Okay FYF is this a real working usable toilet? clue me in..
I don't think I would want to get wet either if thats the case..but that's me
I could handle something like an illusion of a spitting toilet and then have the monster gravedigger was talking about with some smells stuff (yucky) instead.
But then again that's why we all do different things 
good luck on your project


----------



## Fangs (Jun 6, 2006)

If its just plain old tap water with nothing added, and not shooting at them knocking them down, then why not do it FYF! I think it would be funny to see the reactions of some of the younger TOTers.  my 2 cents


----------



## Brckee1 (Feb 21, 2007)

Hi,
OK so I have to admit to making the spraying toilet prop. It is so totally disgusting, definitely the sickest thing I've ever made. A lot of people think it's hilarious. I haven't had any complaints about getting wet.

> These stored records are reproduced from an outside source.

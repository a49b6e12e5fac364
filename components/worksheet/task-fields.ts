import { procedureFor, procedureOfItem, type Procedure } from '@/lib/domain/procedures';
import type { ScheduleItem, Task } from '@/lib/evidence/format';
import type { Worksheet, WorksheetTask } from '@/lib/domain/worksheet';

/** What of a schedule item a task needs. */
export type NamedItem = Pick<ScheduleItem, 'item' | 'title'> & { action: Task['action'] };

/** What a new task starts with. `position` keeps tasks in the order they were chosen. */
export function newTaskFields(
  id: string,
  chosen: { procedure: Procedure; item?: NamedItem },
  position: number,
): Record<string, string> {
  const { procedure, item } = chosen;
  const at = `tasks/${id}`;
  const scheduleItem = item?.item ?? procedure.scheduleItems[0];
  return {
    [`${at}/key`]: procedure.key,
    ...(procedure.key === 'free' && !item
      ? {}
      : { [`${at}/title`]: procedure.key === 'free' && item ? item.title : procedure.title }),
    [`${at}/action`]: procedure.key === 'free' && item ? item.action : procedure.action,
    ...(scheduleItem ? { [`${at}/scheduleItem`]: scheduleItem } : {}),
    [`${at}/position`]: String(position),
  };
}

/** How a schedule item is done: by its procedure, else as other work under the item's own name. */
export function workFor(item: NamedItem): { procedure: Procedure; item: NamedItem } {
  return { procedure: procedureOfItem(item.item) ?? procedureFor('free'), item };
}

export interface TaskProgress {
  done: number;
  all: number;
  /** Key of the first hold point not done. */
  next: string | undefined;
}

export function taskProgress(task: WorksheetTask): TaskProgress {
  const { holdPoints } = procedureFor(task.key);
  const open = holdPoints.filter(({ key }) => task.steps[key] === undefined);
  return { done: holdPoints.length - open.length, all: holdPoints.length, next: open[0]?.key };
}

/** How far a task is, in words. */
export function progressWords(task: WorksheetTask): string {
  const { done, all } = taskProgress(task);
  if (all === 0) return task.inspections.length + task.parts.length + task.torques.length > 0 ? 'Begun' : 'Open';
  if (done === 0) return `${all} hold points`;
  return done === all ? `All ${all} hold points done` : `${done} of ${all} hold points done`;
}

/** The screen after this one: the next task, then the photos, then the summary. */
export function nextScreen(worksheet: Worksheet, screen: string): { screen: string; text: string } {
  const order = [
    { screen: 'tasks', text: 'Choose tasks' },
    { screen: 'start', text: 'odometer and times' },
    ...worksheet.tasks.map((task) => ({ screen: task.id, text: taskTitle(task).toLowerCase() })),
    { screen: 'photos', text: 'photos' },
    { screen: 'summary', text: 'summary' },
  ];
  const index = order.findIndex((one) => one.screen === screen);
  return order[index + 1] ?? { screen: 'summary', text: 'summary' };
}

export function taskTitle(task: WorksheetTask): string {
  return task.title ?? procedureFor(task.key).title;
}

It's just clean water. Definitely a shock value. Yeah, there is a difference between gross and scary but having to walk by that thing is scary in a way. I like it and will continue to use it.
You just use a siphon valve hooked to an air line with the siphon hose connected to a water source. I use a bucket of water. I drilled a hole in the side of the bucket, near the bottom and tapped a hose connector into it. I used a rubber washer to keep it water tight. A check valve works also. It creates an air water mix, quite effective. Here are some pictures if you have a strong enough stomach 
I have video somewhere. I'll look for it if you want.
http://wny-haunters.markshauntedgarage.com/photos/displayimage.php?album=random&cat=10007&pos=-20


----------



## Front Yard Fright (Dec 23, 2005)

a video would be great brckee1!
your toilet looks great!
(in a sick, vomit, pukey kinda way!)
i might even keep mine a bit more clean.
i'm going for a dirty/old bathroom.
not an exploding fecal matter room!

and as for the water...
i do plan on filling the bottom of the toilet with great stuff to make sure it's water tight.
and having a clean water tank in the back of the toilet and fill the actual bowl with nasty looking water.
then i'm planning on adding a fish tank bubbler or 2...
to get their attention as many of you have said...

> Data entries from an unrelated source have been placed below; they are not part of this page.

/**
 * A password is accepted by its length and by not being one of the first that anybody tries; what it is
 * made of is the person's own affair (OWASP ASVS 5.0, 6.2).
 */
import { LEAST_PASSWORD, MOST_PASSWORD } from "../terms";
import { COMMON_PASSWORDS } from "./common-passwords";

export type PasswordVerdict =
  | { ok: true; password: string }
  | { ok: false; problem: "password-too-short" | "password-too-long" | "password-too-common" };

/** One spelling for what looks the same: phones and laptops compose accents differently (NIST SP 800-63B). */
export function normalPassword(typed: string): string {
  return typed.normalize("NFKC");
}

const RUNS = ["01234567890123456789", "abcdefghijklmnopqrstuvwxyz", "qwertyuiopasdfghjklzxcvbnm"];

function isRun(plain: string): boolean {
  const backwards = Array.from(plain).reverse().join("");
  return RUNS.some((run) => run.includes(plain) || run.includes(backwards));
}

/** "aaaaaaaaaa", "abcabcabcabc": one short piece again and again. */
function isRepeated(plain: string): boolean {
  for (let length = 1; length <= 4; length += 1) {
    const piece = plain.slice(0, length);
    if (piece.repeat(Math.ceil(plain.length / length)).slice(0, plain.length) === plain)
      return true;
  }
  return false;
}

/**
 * @param typed as it was typed
 * @param own words that anybody would try for this person: name, mail address
 * @returns the password in its normal spelling, or what is wrong with it
 */
export function checkPassword(typed: string, own: readonly string[]): PasswordVerdict {
  const password = normalPassword(typed);
  const length = Array.from(password).length;
  if (length < LEAST_PASSWORD) return { ok: false, problem: "password-too-short" };
  if (length > MOST_PASSWORD) return { ok: false, problem: "password-too-long" };
  const plain = password.toLowerCase().replace(/\s+/g, "");
  const bare = plain.replace(/^[\d!?.*#_-]+|[\d!?.*#_-]+$/g, "");
  const owned = own.map((word) => word.toLowerCase().replace(/\s+/g, ""));
  const common =
    COMMON_PASSWORDS.has(plain) ||
    COMMON_PASSWORDS.has(bare) ||
    isRun(plain) ||
    isRepeated(plain) ||
    owned.some((word) => word.length >= 4 && (plain === word || bare === word));
  return common ? { ok: false, problem: "password-too-common" } : { ok: true, password };
}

thanks to everyone with their positive input!

.


----------



## Brckee1 (Feb 21, 2007)

frontyardfright said:


> a video would be great brckee1!
> your toilet looks great!
> (in a sick, vomit, pukey kinda way!)
> i might even keep mine a bit more clean.
> ...


Awwe you chicken!


----------



## Front Yard Fright (Dec 23, 2005)

.


----------



## NATUREPIXIE (Jan 15, 2007)

I would hate to walk into that bathroom ScareFX...lol


----------



## GraveDiggerGreg (Nov 12, 2006)

I have been in that restroom before at hundreds of Camp Grounds and Reststops across the USA.


----------



## Front Yard Fright (Dec 23, 2005)

hey brckee1 ever find that video?
we are planning on getting our toilet this weekend! just need to save up for the pump and all the other stuff i need...
i can't wait!
.


----------



## TwistedDementia (May 2, 2007)

I made a toned down version of Oak's outhouse and it turned out to be one of our best props. I didn't want to make people upchuck but it needed a little grossness to get the guests in the right mood. I used regular tap water form the house with a 'old school' washer inlet valve and simple trigger and had one of the actors trigger it, that way no one got sprayed to much. Check out the highlight video at http://twisteddementia.com/ and let me know what you think. If you really want to go for gross, there's a product called Liquid Ass and it smells exactally as it says, a squirt of that on the floor before the get sprayed will put it over the edge!


----------



## GOT (Apr 17, 2007)

"there's a product called Liquid Ass and it smells exactally as it says, a squirt of that on the floor before the get sprayed will put it over the edge!"

Use that and you won't have to worry about buying any liquid vomit. I always go for scarry over vomit. I have a weird idea. What about stretching some red latex over the top of the toilet (with a little water ontop of that to make it look like blood-red water) and have a hand or face suddenly push up from below against the latex. You can still put a spitter somewhere around the rim. Just a thought for something different.


----------